The latest piece of theatre to put the truth centre stage is Little Revolution at the Almeida. Following the success of previous verbatim shows such as The Girlfriend Experience and most significantly London Road, Alecky Blythe has been out with her Dictaphone again, this time on the streets of Hackney during and after the riots of 2011. Out of the chaos of those events three years ago, Little Revolution attempts to make some sort of sense.
I have yet to see Little Revolution myself, but already its authenticity – or otherwise – has attracted comment in several of the reviews. One element that particularly intrigues me is the decision by Blythe to put herself on stage, foregrounding the process of her research and skewering her own middle-class voyeurism. This is, presumably, a self-critiquing tactic (or so it seems to have been interpreted), but it also does the work of reinforcing the truthfulness of the material being presented on stage. Here is the research, re-enacted and indisputable.
"I find that truth claims on stage more often have just the opposite effect to that intended"
Perhaps this is just a contrary impulse of mine, but I find that truth claims on stage more often have just the opposite effect to that intended. There’s a touch of anxiety about their insistence on their own veracity. As soon as a piece of theatre declares, loudly and conspicuously, that what it is presenting before its audience is not fiction but fact, my instinct is to begin questioning the limits of that fact. What has been cut, excluded or minimised?

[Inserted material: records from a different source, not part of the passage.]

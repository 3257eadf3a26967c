/**
 * "2026-07-01 13:00 BST": a moment as the clock on site showed it, with the zone's abbreviation
 * so a reader abroad knows which clock. Intl carries the IANA time zone data, so no library is needed.
 */
export function formatInTimeZone(at: Date, timeZone: string, { milliseconds = false } = {}): string {
  const parts = new Intl.DateTimeFormat("en-GB", {
    timeZone,
    year: "numeric",
    month: "2-digit",
    day: "2-digit",
    hour: "2-digit",
    minute: "2-digit",
    ...(milliseconds ? { second: "2-digit", fractionalSecondDigits: 3 } : {}),
    hourCycle: "h23",
    timeZoneName: "short",
  }).formatToParts(at);
  const part = (type: Intl.DateTimeFormatPartTypes) => parts.find((p) => p.type === type)?.value ?? "";
  const seconds = milliseconds ? `:${part("second")}.${part("fractionalSecond")}` : "";
  return `${part("year")}-${part("month")}-${part("day")} ${part("hour")}:${part("minute")}${seconds} ${part("timeZoneName")}`;
}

Of course, some of the best theatre to have emerged alongside the popular verbatim form plays with just this uncertainty around truth and fiction. One of the surprise highlights of this year’s Edinburgh Fringe was Wunderbaum’s Looking for Paul, a smart, startling and hilarious interrogation of contemporary art, authenticity and public funding. It opens with a slideshow presentation from Paul McCarthy hating Rotterdam resident Inez, complete with photographic evidence, before the company proceed to read out the emails exchanged during their residency in Los Angeles, during which they attempt to bring Inez and McCarthey face to face. Just in case the show transfers, I won’t give it all away, but suffice to say things aren’t quite as they seem.
In a recent blog post, Megan Vaughan came up with the perfect term for the "truth" that verbatim shows like Little Revolution place on stage: "realness". A child of reality television, it suggests a turn towards something somehow more real than what has preceded it, yet it is still glazed with a thin layer of artifice. This is not to deny that verbatim can be a fascinating, inventive form, as London Road or something like Chris Goode and Company’s Monkey Bars have demonstrated. But perhaps more of these shows should confess to and explore their "realness" rather than clinging to fact and research. Because sometimes, it is through lies that the real truths emerge.